The Soviet Conservative Coup of 1991
Gorbachev was due to announce a new union treaty giving the republics limited self governance on the 20 august 1991. This forced the hardliners to act. Everybody who woke up to hear Tchaikovsky and Chopin playing on the radio knew the inevitable had happened. "Here Chopin is not music. It's a diagnosis. They always play it to calm us down" (1.). remarked a Russian after the event. Beginning just after 6:15am on Monday 19 August the decrees for so long expected and feared were read out on Soviet radio and television. The conservative hardliners had played their final card.

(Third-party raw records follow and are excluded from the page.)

"""Which columns absorb at the Lyman limit, and which hold the H I mass."""

from __future__ import annotations

from typing import Any

from matplotlib.figure import Figure

from fogline.figures.axis import (
    UNMEASURED_NOTE,
    column_axis,
    mark_classes,
    shade_unmeasured,
)
from fogline.figures.bands import draw_band, rows_at, table_band
from fogline.figures.inputs import FigureInputs
from fogline.figures.style import MODEL, ONE_COLUMN, SECOND_MODEL, add_note, new_figure, styled


@styled
def draw(inputs: FigureInputs) -> Figure:
    """Draw the shares of opacity and mass per dex of column, with their 68% bands.

    Parameters
    ----------
    inputs : FigureInputs

    Returns
    -------
    matplotlib.figure.Figure
    """
    reference = inputs.fit.setting.distribution.reference_redshift
    rows = rows_at(inputs.tables["opacity_budget"], reference)
    figure = new_figure(inputs, ONE_COLUMN, 4.0)
    axes, lower = figure.subplots(2, sharex=True, height_ratios=[1.5, 1.0])
    for name, label, colour, line in (
        ("opacity", "opacity at 912 Å", MODEL, "-"),
        ("mass", r"H$\,$I mass", SECOND_MODEL, "--"),
    ):
        look: dict[str, Any] = {"colour": colour, "line": line, "label": label, "outer": "none"}
        draw_band(axes, table_band(rows, "log_nhi", f"{name}_share"), **look)
        draw_band(lower, table_band(rows, "log_nhi", f"{name}_cumulative"), **look)
    for panel in (axes, lower):
        shade_unmeasured(panel, inputs)
    column_axis(lower, inputs)
    lower.set_ylim(0.0, 1.0)
    lower.set_ylabel("share below")
    axes.set_ylim(0.0, 1.12 * axes.get_ylim()[1])
    axes.set_ylabel("share per dex of column [dex$^{-1}$]")
    mark_classes(axes)
    axes.legend(loc="upper left", title=f"$z = {rows['z'][0]:g}$ (68%)", alignment="left")
    add_note(figure, [UNMEASURED_NOTE])
    return figure
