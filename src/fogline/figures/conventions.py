"""Whether a data set and a model curve speak of the same thing.

Each function names what sets a data set apart from the curve, in a few words for a note, or
returns an empty string. Such data are shown with their own prediction beside them.
"""

from __future__ import annotations

from collections.abc import Iterable
from typing import Final

from fogline.atomic import log_nhi_at_tau
from fogline.cosmology import Cosmology
from fogline.datasets import DataSet
from fogline.quantities import Setting

SAME_COLUMN: Final = 0.02
"""Column limits closer than this [dex] are the same: 17.2 is log N at tau = 1 to two digits."""


def column_limits(data: DataSet) -> tuple[float, float]:
    """Return the column range that a file's meta states; infinite where it is open above."""
    lo = data.meta.get("log_nhi_min")
    if lo is None:
        lo = log_nhi_at_tau(float(data.meta["tau_min"]))
    hi = data.meta.get("log_nhi_max")
    return float(lo), float("inf") if hi is None else float(hi)


def same_columns(data: DataSet, setting: Setting, lo: float, hi: float) -> bool:
    """Return whether a data set counts the columns from `lo` to `hi` (infinite: last pivot)."""
    found = _clipped(column_limits(data), setting)
    wanted = _clipped((lo, hi), setting)
    return all(abs(a - b) < SAME_COLUMN for a, b in zip(found, wanted, strict=True))


def _clipped(limits: tuple[float, float], setting: Setting) -> tuple[float, float]:
    first, last = setting.column_range
    return max(limits[0], first), min(limits[1], last)


def other_columns(data: DataSet, setting: Setting, lo: float, hi: float) -> str:
    """Return the column range of a data set where it is not that of the curve."""
    if same_columns(data, setting, lo, hi):
        return ""
    first, last = column_limits(data)
    if last == float("inf"):
        return rf"$\log N \geq {first:.4g}$"
    return rf"$\log N = {first:.4g}$–${last:.4g}$"


def other_cosmology(data: DataSet, setting: Setting) -> str:
    """Return the cosmology of a data set where it is not that of the results."""
    ours, theirs = setting.cosmology, data.cosmology
    if theirs is None or _numbers(theirs) == _numbers(ours):
        return ""
    if theirs.H0 != ours.H0:
        return f"$H_0 = {theirs.H0:g}$"
    return rf"$\Omega_\mathrm{{m}} = {theirs.Om0:g}$"


def _numbers(cosmology: Cosmology) -> tuple[float, float, float]:
    dark = 1.0 - cosmology.Om0 if cosmology.Ode0 is None else cosmology.Ode0
    return cosmology.H0, cosmology.Om0, dark


def joined(parts: Iterable[str]) -> str:
    """Return differences as one text; empty where there are none."""
    return ", ".join(part for part in parts if part)
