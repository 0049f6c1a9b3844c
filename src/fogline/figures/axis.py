"""Axes that several figures have in common."""

from __future__ import annotations

from collections.abc import Iterable
from typing import Final

import numpy as np
from matplotlib.axes import Axes
from matplotlib.axis import Axis
from matplotlib.ticker import FuncFormatter, LogLocator, NullFormatter
from numpy.typing import NDArray

from fogline.datasets import DataSet
from fogline.derived.base import DLA_LOG_NHI, LLS_LOG_NHI, SUB_DLA_LOG_NHI
from fogline.figures.inputs import FigureInputs
from fogline.figures.style import SMALL

Array = NDArray[np.float64]

COLUMN_LABEL: Final = r"$\log_{10}\,(N_\mathrm{HI}\,/\,\mathrm{cm}^{-2})$"

CLASSES: Final = (
    ("LLS", LLS_LOG_NHI, SUB_DLA_LOG_NHI),
    ("sub-DLA", SUB_DLA_LOG_NHI, DLA_LOG_NHI),
    ("DLA", DLA_LOG_NHI, np.inf),
)
"""Classes of absorbers and their column ranges."""

UNMEASURED_NOTE: Final = "Grey: no $f(N)$ data; prior and integral constraints only."
"""What `shade_unmeasured` means."""

PAST_DATA: Final = 0.05
"""Room past data that lie outside the redshifts of the tables."""

PLAIN_DECADES: Final = 2.5
"""Log axes of fewer decades than this carry plain numbers, others powers of ten."""


def redshift_axis(axes: Axes, inputs: FigureInputs, datasets: Iterable[DataSet] = ()) -> None:
    """Label the redshift axis and fit it to the tables and to data beyond them."""
    z = inputs.fit.analysis.derive.redshifts
    axes.set_xlabel("redshift $z$")
    ends = [(float(data.z_lo.min()), float(data.z_hi.max())) for data in datasets]
    before = [lo - PAST_DATA for lo, _ in ends if lo < z[0]]
    beyond = [hi + PAST_DATA for _, hi in ends if hi > z[-1]]
    axes.set_xlim(min([z[0], *before]), max([z[-1], *beyond]))


def plain_log_ticks(axis: Axis) -> None:
    """Give a short logarithmic axis plain numbers at 1, 2, 5."""
    lo, hi = axis.get_view_interval()
    if np.log10(hi / lo) > PLAIN_DECADES:
        return
    axis.set_major_locator(LogLocator(subs=(1.0, 2.0, 5.0)))
    axis.set_major_formatter(FuncFormatter(lambda value, _: f"{value:g}"))
    axis.set_minor_formatter(NullFormatter())


def column_axis(axes: Axes, inputs: FigureInputs) -> None:
    """Label the column-density axis and cut it to the pivots."""
    axes.set_xlabel(COLUMN_LABEL)
    axes.set_xlim(*inputs.fit.setting.column_range)


def mark_classes(axes: Axes) -> None:
    """Draw the borders between classes of absorbers and name them along the top."""
    lo, hi = axes.get_xlim()
    for name, first, last in CLASSES:
        if not lo < first < hi:
            continue
        axes.axvline(first, 0.0, 0.92, color="0.6", linewidth=0.6, linestyle=":", zorder=0.5)
        middle = 0.5 * (first + min(last, hi))
        axes.text(
            middle,
            0.975,
            name,
            transform=axes.get_xaxis_transform(),
            ha="center",
            va="top",
            fontsize=SMALL,
            color="0.35",
        )


def unmeasured_columns(inputs: FigureInputs) -> list[tuple[float, float]]:
    """Return column ranges between the pivots in which no data set counted absorbers."""
    bins = sorted(
        (float(lo), float(hi))
        for data in inputs.fit.response.datasets
        for lo, hi in data.column_bins
    )
    first, last = inputs.fit.setting.column_range
    gaps, reached = [], first
    for lo, hi in [*bins, (last, last)]:
        if lo > reached + 1e-6:
            gaps.append((reached, lo))
        reached = max(reached, hi)
    return gaps


def shade_unmeasured(axes: Axes, inputs: FigureInputs, label: str = "_unmeasured") -> None:
    """Shade the columns of `unmeasured_columns`."""
    for lo, hi in unmeasured_columns(inputs):
        axes.axvspan(lo, hi, facecolor="0.93", edgecolor="none", zorder=0, label=label)
        label = "_unmeasured"
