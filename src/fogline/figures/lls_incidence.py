"""Incidence of optically thick absorbers against redshift."""

from __future__ import annotations

from dataclasses import dataclass
from typing import Final

import numpy as np
from matplotlib.axes import Axes
from matplotlib.figure import Figure

from fogline.atomic import log_nhi_at_tau
from fogline.datasets import DataSet
from fogline.derived.base import DLA_LOG_NHI, SUB_DLA_LOG_NHI
from fogline.figures.axis import plain_log_ticks, redshift_axis
from fogline.figures.bands import OUTER_NOTE, draw_band, table_band
from fogline.figures.conventions import joined, other_columns, other_cosmology, same_columns
from fogline.figures.data_points import per_path
from fogline.figures.inputs import FigureInputs
from fogline.figures.shown import Shown, convention_note, draw_along_z
from fogline.figures.style import (
    MODEL,
    ONE_COLUMN,
    SECOND_MODEL,
    add_note,
    legend_above,
    new_figure,
    styled,
)

PATHS: Final = {
    "dz": ("lz", r"$\ell(z)$ [per unit $z$]"),
    "dX": ("lx", r"$\ell(X)$ [per unit $X$]"),
}
"""Prefix of the table's columns and axis label for each path."""


@dataclass(frozen=True)
class AbsorberClass:
    """A class of absorbers whose incidence the table holds."""

    name: str
    label: str
    lo: float
    hi: float
    colour: str
    line: str
    filled: bool


TAU_1, TAU_2 = float(log_nhi_at_tau(1.0)), float(log_nhi_at_tau(2.0))

CLASSES: Final = (
    AbsorberClass("lls_tau1", r"$\tau_{912} \geq 1$", TAU_1, np.inf, SECOND_MODEL, "--", False),
    AbsorberClass("lls_tau2", r"$\tau_{912} \geq 2$", TAU_2, np.inf, MODEL, "-", True),
    AbsorberClass("sub_dla", "sub-DLA", SUB_DLA_LOG_NHI, DLA_LOG_NHI, SECOND_MODEL, ":", False),
    AbsorberClass("dla", "DLA", DLA_LOG_NHI, np.inf, MODEL, "-.", True),
)
"""Open symbols go with the dashed curve of tau >= 1, filled ones with the solid curve."""

ALWAYS: Final = ("lls_tau1", "lls_tau2")
"""Classes whose curves are drawn with or without data."""


@styled
def draw(inputs: FigureInputs) -> Figure:
    """Draw ℓ(z) of LLS, and ℓ(X) in a second panel where data are per absorption distance.

    Parameters
    ----------
    inputs : FigureInputs

    Returns
    -------
    matplotlib.figure.Figure
    """
    by_path = {
        path: [d for d in inputs.of_quantity("lls_incidence") if d.meta["per"] == path]
        for path in PATHS
    }
    paths = [path for path in PATHS if by_path[path]] or ["dz"]
    figure = new_figure(inputs, ONE_COLUMN, 0.5 + 1.9 * len(paths))
    panels = figure.subplots(len(paths), sharex=True, squeeze=False)[:, 0]
    shown = []
    for axes, path in zip(panels, paths, strict=True):
        shown += _draw_panel(axes, inputs, path, by_path[path])
    redshift_axis(panels[-1], inputs, inputs.of_quantity("lls_incidence"))
    legend_above(figure, *panels)
    figure.align_ylabels()
    add_note(figure, [OUTER_NOTE, *convention_note(shown)])
    return figure


def _draw_panel(
    axes: Axes, inputs: FigureInputs, path: str, datasets: list[DataSet]
) -> list[Shown]:
    shown = [_shown(data, inputs) for data in datasets]
    present = {found.name for data in datasets if (found := _class_of(data, inputs))}
    drawn = [c for c in CLASSES if c.name in present or c.name in ALWAYS]
    prefix, label = PATHS[path]
    for c in drawn:
        band = table_band(inputs.tables["incidence"], "z", f"{prefix}_{c.name}")
        draw_band(axes, band, colour=c.colour, line=c.line, label=c.label, outer="lines")
    draw_along_z(axes, inputs, shown)
    axes.set_ylabel(label)
    # DLAs are ten times rarer than LLS: on a linear axis they would lie on its floor.
    if len(drawn) > len(ALWAYS):
        axes.set_yscale("log")
        plain_log_ticks(axes.yaxis)
    return shown


def _class_of(data: DataSet, inputs: FigureInputs) -> AbsorberClass | None:
    setting = inputs.fit.setting
    return next((c for c in CLASSES if same_columns(data, setting, c.lo, c.hi)), None)


def _shown(data: DataSet, inputs: FigureInputs) -> Shown:
    setting = inputs.fit.setting
    found = _class_of(data, inputs)
    difference = joined(
        (
            "" if found else other_columns(data, setting, CLASSES[1].lo, CLASSES[1].hi),
            other_cosmology(data, setting) if data.meta["per"] == "dX" else "",
        )
    )
    return Shown(
        data,
        per_path(data),
        difference,
        filled=found is None or found.filled,
        note=found.label if found else "",
    )
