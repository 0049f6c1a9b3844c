"""Bands of the derived tables as curves with shaded intervals."""

from __future__ import annotations

from dataclasses import dataclass
from typing import Any, Final

import numpy as np
from astropy.table import Table
from matplotlib.axes import Axes
from numpy.typing import NDArray

from fogline.figures.style import MODEL
from fogline.tables import BAND_QUANTILES

Array = NDArray[np.float64]


OUTER_NOTE: Final = "Shaded: 68%, dotted: 95%."
"""What ``outer="lines"`` means."""


@dataclass(frozen=True)
class Band:
    """A median curve with its 68% and 95% intervals, each of shape (n,)."""

    x: Array
    median: Array
    lo68: Array
    hi68: Array
    lo95: Array
    hi95: Array

    def relative(self) -> Band:
        """Return the band with its median taken off."""
        names = BAND_QUANTILES
        return Band(self.x, **{name: getattr(self, name) - self.median for name in names})


def table_band(table: Table, x: str, quantity: str = "", *, scale: float = 1.0) -> Band:
    """Return a band of a derived table.

    Parameters
    ----------
    table : astropy.table.Table
    x : str
        Column along which it runs.
    quantity : str
        Prefix of the band columns; none where the table has a single quantity.
    scale : float
        Unit factor for the axis.
    """
    prefix = f"{quantity}_" if quantity else ""
    columns = {name: scale * np.asarray(table[prefix + name], float) for name in BAND_QUANTILES}
    return Band(np.asarray(table[x], float), **columns)


def rows_at(table: Table, z: float) -> Table:
    """Return the rows of a table along columns at one of its redshifts, the one nearest `z`."""
    redshifts = np.asarray(table["z"], float)
    nearest = redshifts[np.argmin(np.abs(redshifts - z))]
    return table[redshifts == nearest]


def draw_band(
    axes: Axes,
    band: Band,
    *,
    colour: str = MODEL,
    line: str = "-",
    label: str = "",
    outer: str = "fill",
    **kwargs: Any,
) -> None:
    """Draw a band: median line, 68% interval, and the 95% one fainter.

    Parameters
    ----------
    axes : Axes
    band : Band
        Infinite ends (a free path beyond reach) run off the axis.
    colour, line : str
        Colour of all, style of the median line.
    label : str
        For the legend; none if empty.
    outer : {"fill", "lines", "none"}
        How the 95% interval is drawn; as lines where two bands overlap.
    **kwargs
        Passed to the median line.
    """
    fills = {"lo95": 0.15, "lo68": 0.30} if outer == "fill" else {"lo68": 0.30}
    for lo, alpha in fills.items():
        lower = _within_reach(getattr(band, lo))
        upper = _within_reach(getattr(band, lo.replace("lo", "hi")))
        axes.fill_between(
            band.x, lower, upper, color=colour, alpha=alpha, linewidth=0.0, zorder=1.5
        )
    for name in ("lo95", "hi95") if outer == "lines" else ():
        ends95 = _within_reach(getattr(band, name))
        axes.plot(band.x, ends95, ":", color=colour, linewidth=0.7, zorder=1.8, label="_95")
    median = np.where(np.isfinite(band.median), band.median, np.nan)
    axes.plot(
        band.x, median, color=colour, linestyle=line, zorder=2, label=label or "_median", **kwargs
    )


def _within_reach(values: Array) -> Array:
    """Return values with infinity far above the finite ones."""
    finite = np.isfinite(values)
    if finite.all() or not finite.any():
        return values
    return np.where(finite, values, 1e3 * values[finite].max())
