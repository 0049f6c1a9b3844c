"""The column-density distribution with every data set that measures it, and residuals."""

from __future__ import annotations

from collections.abc import Iterator
from dataclasses import replace
from typing import Final

import numpy as np
from matplotlib.axes import Axes
from matplotlib.figure import Figure
from matplotlib.ticker import MultipleLocator
from numpy.typing import NDArray

from fogline.datasets import SHOWN, DataSet
from fogline.figures.axis import UNMEASURED_NOTE, column_axis, shade_unmeasured
from fogline.figures.bands import Band, draw_band, rows_at, table_band
from fogline.figures.conventions import joined, other_cosmology
from fogline.figures.data_points import ToDisplay, along_columns, draw_points
from fogline.figures.inputs import FigureInputs
from fogline.figures.style import (
    ONE_COLUMN,
    DataStyle,
    add_note,
    dataset_styles,
    new_figure,
    styled,
)
from fogline.quantities import Setting

Array = NDArray[np.float64]
Counted = tuple[DataSet, Array]
"""A data set, and the 68% band of its predictions, shape (3, n_rows)."""

QUANTITY: Final = "column_distribution"
LIST: Final = "absorber_list"

LARGEST_RESIDUAL: Final = 1.2
"""Half height of the residual panel at most [dex]."""

RESIDUAL_NOTE: Final = (
    "Lower panel: each bin against the prediction at its own redshift and in its own convention; "
    "band: uncertainty of the fit."
)

F_LABEL: Final = r"$\log_{10}\,[f(N_\mathrm{HI},X)\,/\,\mathrm{cm}^2]$"


@styled
def draw(inputs: FigureInputs) -> Figure:
    """Draw log f with bands at one redshift, data per dX, and residuals of all data.

    Parameters
    ----------
    inputs : FigureInputs

    Returns
    -------
    matplotlib.figure.Figure
    """
    datasets = _counted(inputs)
    z = _redshift(inputs, datasets)
    rows = rows_at(inputs.tables[QUANTITY], z)
    band = table_band(rows, "log_nhi")
    figure = new_figure(inputs, ONE_COLUMN, 4.1)
    main, residual = figure.subplots(2, sharex=True, height_ratios=[2.3, 1.0])
    column_axis(residual, inputs)
    _draw_main(main, inputs, band, datasets, z=float(rows["z"][0]))
    _draw_residuals(residual, inputs, band, datasets)
    figure.align_ylabels()
    add_note(figure, [UNMEASURED_NOTE, RESIDUAL_NOTE])
    return figure


def _counted(inputs: FigureInputs) -> list[Counted]:
    """Return every data set that counted absorbers by column, with its predictions."""
    counted: list[Counted] = []
    for data in inputs.fit.response.datasets:
        if data.quantity == QUANTITY:
            counted.append((data, inputs.predicted(data)))
        elif data.quantity == LIST:
            bins = data.role == SHOWN
            counted.append((in_bins(data, inputs.fit.setting), inputs.predicted(data)[:, bins]))
    return counted


def in_bins(data: DataSet, setting: Setting) -> DataSet:
    """Return the bins of a list of absorbers as counts over the whole path.

    Parameters
    ----------
    data : DataSet
        An absorber list.
    setting : Setting
        Gives the absorption distance of the path.
    """
    assert data.role is not None
    rows = np.flatnonzero(data.role == SHOWN)
    path = data.extras["path_weight"] @ setting.cosmology.dx_dz(data.extras["path_z"])
    names = ("z_lo", "z_hi", "observed", "err_lo", "err_hi", "limit", "log_nhi_lo", "log_nhi_hi")
    columns = {name: getattr(data, name)[rows] for name in names}
    search_path = np.full(len(rows), float(path))
    meta = {**data.meta, "per": "dX"}
    return replace(data, **columns, search_path=search_path, counts=True, meta=meta, role=None)


def to_log_f(data: DataSet) -> ToDisplay:
    """Return the map from a file's numbers to log10 f: identity but for counts."""
    if not data.counts:
        return lambda log_f: log_f
    path = data.search_path * (10.0**data.log_nhi_hi - 10.0**data.log_nhi_lo)
    return lambda count: np.log10(count / path)


def _redshift(inputs: FigureInputs, datasets: list[Counted]) -> float:
    """Return the median redshift of the data; the reference redshift where there are none."""
    if not datasets:
        return inputs.fit.setting.distribution.reference_redshift
    return float(np.median(np.concatenate([data.z for data, _ in datasets])))


def _draw_main(
    axes: Axes, inputs: FigureInputs, band: Band, datasets: list[Counted], z: float
) -> None:
    styles = dataset_styles(inputs.fit)
    shade_unmeasured(axes, inputs)
    draw_band(axes, band, label=f"fit at $z = {z:g}$ (68%, 95%)")
    pivots = np.array(inputs.fit.setting.distribution.pivots)
    axes.plot(
        pivots,
        np.interp(pivots, band.x, band.median),
        "|",
        color="k",
        markersize=7.0,
        zorder=3,
        label="pivots",
    )
    for data, _ in datasets:
        style = styles[data.name]
        label = f"{style.label}, {joined(_particulars(data, inputs.fit.setting))}"
        if data.meta["per"] == "dX":
            draw_points(axes, along_columns(data, to_log_f(data)), style, label=label)
        else:
            _draw_key(axes, style, label)
    axes.set_ylabel(F_LABEL)
    axes.yaxis.set_major_locator(MultipleLocator(5.0))
    axes.set_ylim(band.lo68.min() - 1.0, band.hi68.max() + 1.0)
    axes.legend(loc="lower left")


def _particulars(data: DataSet, setting: Setting) -> Iterator[str]:
    """Yield what a label says of a data set beside its name."""
    lo, hi = data.z_lo.min(), data.z_hi.max()
    yield f"$z = {lo:.3g}$" + ("" if lo == hi else f"–${hi:.3g}$")
    yield other_cosmology(data, setting)
    if data.quantity == LIST:
        yield "as counted"
    if data.meta["per"] != "dX":
        yield "per d$z$: below only"


def _draw_key(axes: Axes, style: DataStyle, label: str) -> None:
    """Put a data set into the legend that the panel itself can't show."""
    axes.plot([], [], style.marker, color=style.colour, markersize=4.0, label=label)


def _draw_residuals(axes: Axes, inputs: FigureInputs, band: Band, datasets: list[Counted]) -> None:
    styles = dataset_styles(inputs.fit)
    shade_unmeasured(axes, inputs)
    draw_band(axes, band.relative())
    reach = [0.2]
    for data, band_of_data in datasets:
        predicted = to_log_f(data)(band_of_data)[1]
        points = along_columns(data, _less(to_log_f(data), predicted))
        draw_points(axes, points, styles[data.name])
        ends = np.abs([points.y_lo, points.y_hi])
        reach.append(float(ends[np.isfinite(ends)].max(initial=0.0)))
    half = min(1.15 * max(reach), LARGEST_RESIDUAL)
    axes.set_ylim(-half, half)
    axes.set_ylabel(r"data $-$ fit [dex]")


def _less(to_display: ToDisplay, predicted: Array) -> ToDisplay:
    return lambda values: to_display(values) - predicted
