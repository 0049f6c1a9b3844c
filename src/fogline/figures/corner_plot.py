"""One- and two-dimensional marginals of all parameters."""

from __future__ import annotations

from typing import Final

import corner
import numpy as np
from matplotlib.figure import Figure
from matplotlib.ticker import FixedLocator, MaxNLocator

from fogline.figures.inputs import FigureInputs
from fogline.figures.style import MODEL, TWO_COLUMNS, WARNING, styled

SMOOTHING: Final = 1.2
"""Width of the smoothing in histogram bins."""

BINS: Final = 22

TINY: Final = 5.5
"""Print of tick labels [pt]: 13 panels share the page's width."""

EDGE: Final = 0.17
"""Share of an axis at each end that carries no tick."""

LEVELS: Final = tuple(1.0 - np.exp(-0.5 * np.array([1.0, 2.0]) ** 2))
"""Probability within one and two sigma of a two-dimensional normal."""

SPAN: Final = (0.0005, 0.9995)
"""Quantiles at the ends of the axes."""


@styled
def draw(inputs: FigureInputs) -> Figure:
    """Draw the marginals of every parameter and pair, contours at 39% and 86%.

    Parameters
    ----------
    inputs : FigureInputs

    Returns
    -------
    matplotlib.figure.Figure
    """
    figure = Figure(figsize=(TWO_COLUMNS, TWO_COLUMNS))
    labels = short_labels(inputs)
    corner.corner(
        inputs.theta,
        bins=BINS,
        range=[tuple(ends) for ends in np.quantile(inputs.theta, SPAN, axis=0).T],
        labels=labels,
        levels=LEVELS,
        smooth=SMOOTHING,
        color=MODEL,
        plot_datapoints=False,
        plot_density=False,
        fill_contours=True,
        max_n_ticks=3,
        labelpad=0.2,
        contour_kwargs={"linewidths": 0.5},
        hist_kwargs={"linewidth": 0.8},
        fig=figure,
    )
    _tidy(figure)
    _caption(figure, inputs)
    return figure


def short_labels(inputs: FigureInputs) -> list[str]:
    """Return log f and gamma with their columns as subscripts, and the names of the others."""
    distribution = inputs.fit.setting.distribution
    labels = [rf"$\log f_{{{pivot:g}}}$" for pivot in distribution.pivots]
    for segment in distribution.segments:
        below = f", {segment}" if segment else ""
        labels += [rf"$\gamma_{{{pivot:g}{below}}}$" for pivot in distribution.evolution_pivots]
    others = inputs.fit.prior.names[len(labels) :]
    return labels + [_broken(name) for name in others]


def _broken(name: str) -> str:
    """Return a name such as scale[my_data] in two lines."""
    kind, _, of = name.rstrip("]").partition("[")
    return f"{kind.replace('_', ' ')}\n{of.replace('_', ' ')}"


def _tidy(figure: Figure) -> None:
    figure.subplots_adjust(
        left=0.075, bottom=0.075, right=0.995, top=0.995, wspace=0.06, hspace=0.06
    )
    for axes in figure.axes:
        axes.minorticks_off()
        axes.tick_params(labelsize=TINY, length=1.5, width=0.4, pad=1.0, top=False, right=False)
        axes.xaxis.label.set_fontsize(7.5)
        axes.yaxis.label.set_fontsize(7.5)
        for side in axes.spines.values():
            side.set_linewidth(0.4)
        for axis in (axes.xaxis, axes.yaxis):
            # Only axes to which corner gave ticks: the others are blank and stay so.
            if isinstance(axis.get_major_locator(), MaxNLocator):
                axis.set_major_locator(FixedLocator(_inner_ticks(*axis.get_view_interval())))


def _inner_ticks(lo: float, hi: float) -> list[float]:
    """Return round numbers inside an axis: at its ends they would run into the next panel's."""
    margin = EDGE * (hi - lo)
    inner: list[float] = []
    for n_steps in range(3, 9):
        ticks = MaxNLocator(n_steps).tick_values(lo, hi)
        inner = [float(tick) for tick in ticks if lo + margin < tick < hi - margin]
        if len(inner) >= 2:
            break
    return inner[:: max(len(inner) - 1, 1)]


def _caption(figure: Figure, inputs: FigureInputs) -> None:
    settings = inputs.fit.setting.distribution
    text = (
        r"$\log f_p$: $\log_{10}\,(f / \mathrm{cm}^2)$ at $N_\mathrm{HI} = 10^p\,\mathrm{cm}^{-2}$,"
        f" $z = {settings.reference_redshift:g}$\n"
        r"$\gamma_p$: exponent of $(1+z)$ at that column"
        "\ncontours: 39% and 86% (1σ and 2σ)"
    )
    figure.text(0.985, 0.975, text, ha="right", va="top", fontsize=9.0, linespacing=1.5)
    if not inputs.converged:
        figure.text(
            0.985, 0.89, "not converged", ha="right", va="top", color=WARNING, weight="bold"
        )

The biggest mistake the coup instigators made was failing to arrest Boris Yeltsin. Free he was able to lead resistance against the State Committee for the State of Emergency in the USSR, the name the hardliners gave themselves. The Russian parliament building or the white house as it is known can be seen in the background of the photograph. It was in the white house Yeltsin and other reformers made their stand. The first tanks and other army personnel arrived at the parliament about noon on the first day. Yeltsin strode out of the parliament and shook hands with the men in the first tank. Climbing on to the tank itself he proceeded in front of live microphones and cameras to denounce the coup and encourage the Soviet people to resist it at every opportunity. Protected only by his own personality it was a courageous act and a vintage Yeltsin performance. Yeltsin's action was decisive in turning the momentum against the coup so early. The resistance soon centred on the White House and demonstrators grew from a handful during Yeltsin's speech to thousands by Monday evening. In the afternoon ten tanks in a symbolic move defected and took up positions defending the parliament. In a flash of bravery Yeltsin stoped the coup in its tracks.
Within sixty hours the coup had collapsed. While Yeltsin did the most to defeat the coup he was not alone in his resistance. Gorbachev under house arrest with his phones dead, cut off from the rest of the world was issued an ultimatum by the coup leaders. He replied "To hell with you. You will not live long!" (2.). The crucial reason the coup failed was that during the past six years of glasnost and perestroika the Soviet people had lost their fear of the Communist Party. When tanks moved to break up demonstrations the protestors unarmed started attacking the tanks. The Russians had always been a courageous people, the battle of Stalingrad it testimony to that but they had up to the coup possessed a defeatist accepting attitude at home. During the coup this changed and by Tuesday more than 100,000 people were gathered at the parliament. The coup plotters own stupidity also contributed to the failure of the coup. They choose not to cut the nations phone lines allowing the resistance to keep in contact with each other and the world. The coup leaders gave in on Wednesday and the plotters either committed suicide or were arrested during a last minute plea to Gorbachev for forgiveness.
The arrest of the hardliners and the defeat of the coup removed the last barrier to reform in the USSR. Gorbachev who had tried to play the hardliners off against the reformers was left without an excuse to implement radical reform. The Soviet people however no longer wanted reform instead they now wished for a revolution. To defeat the coup Yeltsin had issued his own Russian decrees and he continued giving orders in the name of Russia after the coup. This seriously undermined the authority of the Communist Party and ultimately the USSR. Yeltsin's popularity soared after the coup and he used this to act like a head of state rather than the head of a republic he was supposed to be. He sent Gorbachev an eviction notice in December 1991 stating that the Communist Party had to leave the Kremlin. To top it all he negotiated the end of the USSR at a meeting in Bialoawieza with the Ukraine and Belarus. Together they formed the Commonwealth of Independent States and invited all the Soviet republics to join.
The coup fell apart within days as it lacked popular support. Yeltsin played a key role in the defeat of the coup and used the momentum this gave him to gain independence for Russia and an end to the USSR.